I recommend that you try and build this circuit first on a breadboard. When it is done, RV1 should control output voltage and RV2 current limit. If it works - you are good to go! If not, hook an oscilloscope to Ct - you should see a 100 kHz ramp wave. Also, check if your amplifiers inputs are really equal.
So we have build a simple step-down converter, but that is not anything special - now we will use an Arduino to control it!
Step 2: Digital to Analog Converter (DAC)
How we will connect an analogue circuit (TL494) to a digital Arduino? We will use a Digital to Analog Converter! Now I do not want to write what was already written, so watch this video to learn about DACs. Basically we have three options:
- RC Filter - this is the least complicated but the least accurate method. You can use two of your PWM pins, filter their output and feed it into the amplifiers of the 494, but there are two big problems - firstly, there will always be ripple, which might get amplified by the 494 and your PWM is only 8 bit, so the resolution will be limited to max_output/2^8. So if your maximal output is 40V, then the resolution will be 40/256 = 156 mV. And in real world, it will be even worse! This is fine for experiments but not that much for a real usage.
- R2R ladder - this solution does not have problems with ripple, but it consumes a lot of your IO pins and you need a lot of parts. Use it only when you are using for example an Arduino Mega with a lot of IOs.

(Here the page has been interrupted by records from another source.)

//! The data folder's high-water marks: how many images and bank captions its
//! stores held, so that a store that was emptied or replaced behind befit's
//! back (a 0-byte `images.sqlite` after a bad copy, a restored older file)
//! stops the start with a clear message instead of serving as if thousands of
//! items had never existed.
//!
//! Neither store ever deletes, so their counts only grow: a count below the
//! mark means lost data. The marks are written at start and with every bank
//! dump (at its interval and at shutdown), atomically (a temporary file
//! renamed over `counts.json`), so a crash leaves the old marks or the new.

use std::path::{Path, PathBuf};

use serde::{Deserialize, Serialize};

/// File name of the marks in the data folder.
pub const MARKS_FILE: &str = "counts.json";

/// What the stores held.
#[derive(Debug, Clone, Copy, Default, PartialEq, Eq, Serialize, Deserialize)]
pub struct Counts {
    /// Images in `images.sqlite`.
    pub images: u64,
    /// Captions in `bank.sqlite`.
    pub captions: u64,
}

/// Why the marks stop the start.
#[derive(Debug, thiserror::Error)]
pub enum MarkError {
    #[error(
        "{file} holds {now} {what} but held {before} when befit last wrote {marks}: it was emptied \
         or replaced by an older copy, and those {what} are gone. Restore the file from a backup, \
         or start with --accept-smaller-stores to serve what is there (the marks then start anew)"
    )]
    Shrunk {
        file: &'static str,
        what: &'static str,
        now: u64,
        before: u64,
        marks: PathBuf,
    },
    #[error("reading {path}: {message}; delete it to start without the check")]
    Unreadable { path: PathBuf, message: String },
    #[error("writing {path}: {source}")]
    Write {
        path: PathBuf,
        #[source]
        source: std::io::Error,
    },
}

/// The marks last written in `dir`, if any.
pub fn read(dir: &Path) -> Result<Option<Counts>, MarkError> {
    let path = dir.join(MARKS_FILE);
    match std::fs::read(&path) {
        Ok(bytes) => serde_json::from_slice(&bytes)
            .map(Some)
            .map_err(|e| MarkError::Unreadable {
                path,
                message: e.to_string(),
            }),
        Err(e) if e.kind() == std::io::ErrorKind::NotFound => Ok(None),
        Err(e) => Err(MarkError::Unreadable {
            path,
            message: e.to_string(),
        }),
    }
}

/// Refuses `now` when a store holds fewer items than its mark, unless `accept`.
pub fn check(dir: &Path, now: Counts, accept: bool) -> Result<(), MarkError> {
    let Some(before) = read(dir)? else {
        return Ok(());
    };
    if accept {
        return Ok(());
    }
    let stores = [
        ("images.sqlite", "images", now.images, before.images),
        ("bank.sqlite", "captions", now.captions, before.captions),
    ];
    if let Some((file, what, now, before)) = stores.into_iter().find(|s| s.2 < s.3) {
        return Err(MarkError::Shrunk {
            file,
            what,
            now,
            before,
            marks: dir.join(MARKS_FILE),
        });
    }
    Ok(())
}

/// Writes `counts` as the new marks, atomically.
pub fn record(dir: &Path, counts: Counts) -> Result<(), MarkError> {
    let path = dir.join(MARKS_FILE);
    let tmp = dir.join(format!("{MARKS_FILE}.tmp"));
    let write = |source| MarkError::Write {
        path: path.clone(),
        source,
    };
    let text = serde_json::to_vec(&counts).expect("two integers serialise");
    std::fs::write(&tmp, text).map_err(write)?;
    std::fs::File::open(&tmp)
        .and_then(|f| f.sync_all())
        .map_err(write)?;
    std::fs::rename(&tmp, &path).map_err(write)
}

#[cfg(test)]
mod tests {
    use super::*;

    #[test]
    fn a_store_below_its_mark_is_refused_unless_accepted() {
        let dir = tempfile::tempdir().unwrap();
        let d = dir.path();
        // No marks yet: anything goes.
        check(d, Counts::default(), false).unwrap();
        record(
            d,
            Counts {
                images: 10,
                captions: 5,
            },
        )
        .unwrap();
        check(
            d,
            Counts {
                images: 10,
                captions: 5,
            },
            false,
        )
        .unwrap();
        check(
            d,
            Counts {
                images: 12,
                captions: 9,
            },
            false,
        )
        .unwrap();
        let e = check(
            d,
            Counts {
                images: 0,
                captions: 5,
            },
            false,
        )
        .unwrap_err();
        assert!(
            e.to_string()
                .contains("images.sqlite holds 0 images but held 10"),
            "{e}"
        );
        let e = check(
            d,
            Counts {
                images: 10,
                captions: 4,
            },
            false,
        )
        .unwrap_err();
        assert!(
            e.to_string()
                .contains("bank.sqlite holds 4 captions but held 5"),
            "{e}"
        );
        check(
            d,
            Counts {
                images: 0,
                captions: 0,
            },
            true,
        )
        .unwrap();
        // Damaged marks are named, not ignored.
        std::fs::write(d.join(MARKS_FILE), b"{not json").unwrap();
        assert!(matches!(
            check(d, Counts::default(), false),
            Err(MarkError::Unreadable { .. })
        ));
    }
}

- DAC chip - the best solution. You can get one of them really cheap, they are stable, usually have higher resolution (12 or even 16 bits) and don't need any external parts. I recommend getting 2 channel 12 bit DAC, those are reasonably priced and provide very good resolution (at 40 V, the output the resolution is 9.7 mV). Good DACs are for example LTC1454 (2x12 bits) or MCP4725 (1x12 bits)...
Step 3: Design
Here you can finally see all schematics. For real usage, I really recommend using DAC chips - they are much more accurate than anything you can build. However, if you don't need the output voltage to be that high, you can lower the value of R5/R29/R42 - you will get lower maximal output but higher accuracy (see the formula on the schematic; resolution is Vmax / (2^(DAC_bits)).

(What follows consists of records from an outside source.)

impl ExactRows {
    /// An empty matrix of `dim`-long rows.
    pub fn new(dim: usize) -> Self {
        Self {
            dim,
            data: Vec::new(),
            ids: Vec::new(),
            position: HashMap::new(),
        }
    }

    /// Length of every row.
    pub fn dimension(&self) -> usize {
        self.dim
    }

    /// Number of rows.
    pub fn len(&self) -> usize {
        self.ids.len()
    }

    /// True when there are no rows.
    pub fn is_empty(&self) -> bool {
        self.ids.is_empty()
    }

    /// Whether row `id` is here.
    pub fn contains(&self, id: RowId) -> bool {
        self.position.contains_key(&id)
    }

    /// The vector of row `id`.
    pub fn vector(&self, id: RowId) -> Option<&[f32]> {
        let p = *self.position.get(&id)?;
        self.data.get(p * self.dim..(p + 1) * self.dim)
    }

    /// Bytes this matrix holds in memory: the vectors and the ids as far
    /// as they are filled (room reserved past that is not touched, so not
    /// resident), and the id-to-position map's table (its slots, one
    /// control byte each).
    pub fn heap_bytes(&self) -> usize {
        let slot = std::mem::size_of::<(RowId, usize)>() + 1;
        self.data.len() * std::mem::size_of::<f32>()
            + self.ids.len() * std::mem::size_of::<RowId>()
            + self.position.capacity() * slot
    }

    /// Row ids in the order they were added.
    pub fn ids(&self) -> &[RowId] {
        &self.ids
    }

    /// Adds a row; false (and nothing changes) when `id` is already here or
    /// the vector is not `dim` long. Callers validate vectors first.
    pub fn push(&mut self, id: RowId, vector: &[f32]) -> bool {
        if vector.len() != self.dim || self.position.contains_key(&id) {
            return false;
        }
        self.position.insert(id, self.ids.len());
        self.ids.push(id);
        self.data.extend_from_slice(vector);
        true
    }

    /// Reserves room for `more` rows.
    pub fn reserve(&mut self, more: usize) {
        self.data.reserve(more.saturating_mul(self.dim));
        self.ids.reserve(more);
        self.position.reserve(more);
    }

    /// The best `k` rows for a unit-length `query` of this matrix's dimension,
    /// among those `keep` accepts (all when `None`).
    ///
    /// Rows are scored with one matrix-vector product; the kept rows' cosines
    /// are then computed again with [`dot`], so that this, [`Self::search_many`]
    /// and [`Self::search_among`] report the same number for the same row
    /// (the matrix kernels sum in different orders, which moves the last bits).
    pub fn search(
        &self,
        query: &[f32],
        k: usize,
        keep: Option<&dyn Fn(RowId) -> bool>,
    ) -> Vec<Neighbour> {
        if self.is_empty() || query.len() != self.dim || k == 0 {
            return Vec::new();
        }
        let (Ok(matrix), q) = (
            ArrayView2::from_shape((self.ids.len(), self.dim), &self.data),
            ArrayView1::from(query),
        ) else {
            return Vec::new();
        };
        let scores = matrix.dot(&q);
        let mut top = TopK::new(k);
        offer_scores(&mut top, &self.ids, scores.as_slice().unwrap_or(&[]), keep);
        self.rescored(query, top)
    }

    /// The best `k` rows for each of several unit-length queries (`queries`
    /// holds them one after another, `dimension` numbers each), answered in
    /// order: the same as calling [`Self::search`] for each, computed as
    /// matrix products of blocks of queries by blocks of rows, so the bank
    /// is read once per [`BATCH_QUERIES`] queries instead of once per query.
    pub fn search_many(
        &self,
        queries: &[f32],
        k: usize,
        keep: Option<&dyn Fn(RowId) -> bool>,
    ) -> Vec<Vec<Neighbour>> {
        let count = queries.len() / self.dim.max(1);
        if self.is_empty() || k == 0 || queries.len() != count * self.dim {
            return vec![Vec::new(); count];
        }
        let Ok(all_queries) = ArrayView2::from_shape((count, self.dim), queries) else {
            return vec![Vec::new(); count];
        };
        let Ok(bank) = ArrayView2::from_shape((self.ids.len(), self.dim), &self.data) else {
            return vec![Vec::new(); count];
        };
        let mut tops: Vec<TopK> = (0..count).map(|_| TopK::new(k)).collect();
        for (block, rows) in bank.axis_chunks_iter(Axis(0), BATCH_ROWS).enumerate() {
            let ids = &self.ids[block * BATCH_ROWS..block * BATCH_ROWS + rows.nrows()];
            for (qblock, qs) in all_queries
                .axis_chunks_iter(Axis(0), BATCH_QUERIES)
                .enumerate()
            {
                let scores = qs.dot(&rows.t());
                for (i, row) in scores.rows().into_iter().enumerate() {
                    let top = &mut tops[qblock * BATCH_QUERIES + i];
                    offer_scores(top, ids, row.as_slice().unwrap_or(&[]), keep);
                }
            }
        }
        tops.into_iter()
            .zip(queries.chunks_exact(self.dim))
            .map(|(top, q)| self.rescored(q, top))
            .collect()
    }

    /// The kept neighbours with their cosines from [`dot`], best first.
    fn rescored(&self, query: &[f32], top: TopK) -> Vec<Neighbour> {
        let mut hits: Vec<Neighbour> = top
            .into_sorted()
            .into_iter()
            .map(|n| Neighbour {
                id: n.id,
                cosine: self
                    .vector(n.id)
                    .map_or(n.cosine, |v| dot(query, v).clamp(-1.0, 1.0)),
            })
            .collect();
        hits.sort_by(best_first);
        hits
    }

    /// The best `k` among the given rows only (rows not here are skipped):
    /// cheaper than [`Self::search`] when they are few.
    pub fn search_among<'a>(
        &self,
        query: &[f32],
        k: usize,
        rows: impl IntoIterator<Item = &'a RowId>,
    ) -> Vec<Neighbour> {
        let mut top = TopK::new(k);
        for id in rows {
            if let Some(v) = self.vector(*id) {
                top.push(Neighbour {
                    id: *id,
                    cosine: dot(query, v).clamp(-1.0, 1.0),
                });
            }
        }
        top.into_sorted()
    }
}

Note: on the inverter circuit, the polarity of the output stage is reversed (that's why it's called inverter, obviously)!

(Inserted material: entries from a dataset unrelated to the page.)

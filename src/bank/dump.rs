//! The on-disk form of an index: a dump folder per generation, a manifest
//! with checksums, and a `CURRENT` pointer switched atomically.
//!
//! ```text
//! <root>/<digest>/CURRENT              "dump-000007": the generation to load
//! <root>/<digest>/dump-000007/
//!     index.hnsw.graph, index.hnsw.data   the backend's own files (these: hnsw_rs)
//!     manifest.json                        backend, what it covers, sha256 of each file
//! <root>/<digest>/tmp-<pid>-<nanos>/    a dump being written (removed at open)
//! ```
//!
//! A new generation is written into a temporary folder, every file is
//! fsynced, the folder is renamed to its final name, then `CURRENT` is
//! replaced by rename (atomic on POSIX file systems) and the folder fsynced.
//! A crash at any point leaves `CURRENT` naming a complete older dump, or no
//! `CURRENT` at all; either way the index is loaded or rebuilt, never read
//! half-written.
//!
//! The graph libraries trust their input (hnsw_rs's loader: a truncated file
//! hits `unwrap`s, a garbled length allocates whatever it says, an unknown
//! format version calls `process::exit`). So nothing reaches one unless the
//! manifest parses, names this backend and library version, digest,
//! dimension and build settings, lists every file the backend reads, and
//! every file's size and sha256 match what was written.

use std::fs::{self, File, OpenOptions};
use std::io::{self, Read, Write};
use std::path::{Path, PathBuf};

use serde::{Deserialize, Serialize};
use sha2::{Digest, Sha256};

use super::RowId;

/// Version of the manifest and folder layout; a dump of another version is
/// rebuilt rather than read. 2: the backend is recorded, its files listed.
pub const MANIFEST_FORMAT: u32 = 2;

/// Name of the pointer file.
pub const CURRENT_FILE: &str = "CURRENT";

/// Name of the manifest inside a dump folder.
pub const MANIFEST_FILE: &str = "manifest.json";

/// A manifest is a few hundred bytes; anything larger is not one of ours.
const MAX_MANIFEST_BYTES: u64 = 64 * 1024;

/// One file of a dump, as written.
#[derive(Debug, Clone, PartialEq, Eq, Serialize, Deserialize)]
#[serde(deny_unknown_fields)]
pub struct DumpedFile {
    /// File name inside the dump folder.
    pub name: String,
    /// Size in bytes.
    pub bytes: u64,
    /// sha256 of the content, lowercase hex.
    pub sha256: String,
}

/// What a dump holds and how it was built.
#[derive(Debug, Clone, PartialEq, Eq, Serialize, Deserialize)]
#[serde(deny_unknown_fields)]
pub struct Manifest {
    /// [`MANIFEST_FORMAT`] when written.
    pub format: u32,
    /// The graph backend that wrote it (`hnsw-rs`, `usearch`).
    pub backend: String,
    /// Library and version whose file format the graph files are in.
    pub library: String,
    /// Type name of the distance the graph was built with.
    pub distance: String,
    /// Bundle digest the vectors come from.
    pub digest: String,
    /// Vector length.
    pub dimension: usize,
    /// HNSW `M` (links per node above layer 0).
    pub max_connections: usize,
    /// HNSW `ef_construction`.
    pub ef_construction: usize,
    /// Number of rows in the dump.
    pub rows: usize,
    /// Highest row id in the dump: rows of the store above it (and any others
    /// the dump lacks) are replayed after loading.
    pub max_row_id: Option<RowId>,
    /// Every file of the dump but the manifest.
    pub files: Vec<DumpedFile>,
    /// When the dump was written, milliseconds since the Unix epoch.
    pub written_at_unix_ms: u64,
}

/// What a manifest must say for its dump to be loaded.
#[derive(Debug, Clone)]
pub struct Expected<'a> {
    /// Graph backend.
    pub backend: &'a str,
    /// Library and version of the backend.
    pub library: &'a str,
    /// Files the backend reads, each of which the manifest must list.
    pub files: &'a [String],
    /// Bundle digest.
    pub digest: &'a str,
    /// Vector length.
    pub dimension: usize,
    /// HNSW `M`.
    pub max_connections: usize,
    /// HNSW `ef_construction`.
    pub ef_construction: usize,
    /// Type name of the distance.
    pub distance: &'a str,
}

/// A dump that checked out: its folder and manifest.
#[derive(Debug, Clone)]
pub struct CheckedDump {
    /// The generation's folder.
    pub folder: PathBuf,
    /// Its manifest.
    pub manifest: Manifest,
}

/// Milliseconds since the Unix epoch (0 if the clock is before it).
pub fn unix_ms() -> u64 {
    std::time::SystemTime::now()
        .duration_since(std::time::UNIX_EPOCH)
        .map(|d| d.as_millis() as u64)
        .unwrap_or(0)
}

/// sha256 and length of a file.
pub fn file_sha256(path: &Path) -> io::Result<(String, u64)> {
    let mut f = File::open(path)?;
    let mut hasher = Sha256::new();
    let mut buf = vec![0u8; 1 << 20];
    let mut total = 0u64;
    loop {
        let n = f.read(&mut buf)?;
        if n == 0 {
            break;
        }
        hasher.update(&buf[..n]);
        total += n as u64;
    }
    Ok((hex::encode(hasher.finalize()), total))
}

/// Flushes a file's content and metadata to disk.
pub fn fsync_file(path: &Path) -> io::Result<()> {
    OpenOptions::new().read(true).open(path)?.sync_all()
}

/// Flushes a folder's entries (new names, renames) to disk.
pub fn fsync_dir(path: &Path) -> io::Result<()> {
    File::open(path)?.sync_all()
}

/// True for names this module may have created inside a digest folder:
/// plain names, no separators, no `..`.
fn is_plain_name(name: &str) -> bool {
    !name.is_empty()
        && name.len() <= 64
        && name
            .chars()
            .all(|c| c.is_ascii_alphanumeric() || c == '-' || c == '_' || c == '.')
        && !name.starts_with('.')
}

To set the output voltage, you can simply set the PWM duty cycle (when using RC DAC) or set the value of your DAC chip.
Step 4: Conclusion
Some general notes on building a switching regulator:
- keep all power tracks as short and as thick as possible
- try to keep all power switching components away from the Arduino and opamp
- use 1% or less tolerance resistors for measuring the current and voltage
- try to use power and digital grounds and avoid ground loops
The final build can be very accurate and reliable. I also learned a lot from it. In the future, I plan on building a smart battery charger with balancing for lithium cells based on this design. The total cost is very low, since there is no special components involved.
I hope you liked this build. This circuit can be used in many ways, from a simple voltage conversion to charging batteries, it depends just on you. If you have any comments, suggestions or questions, feel free to leave them in the comments.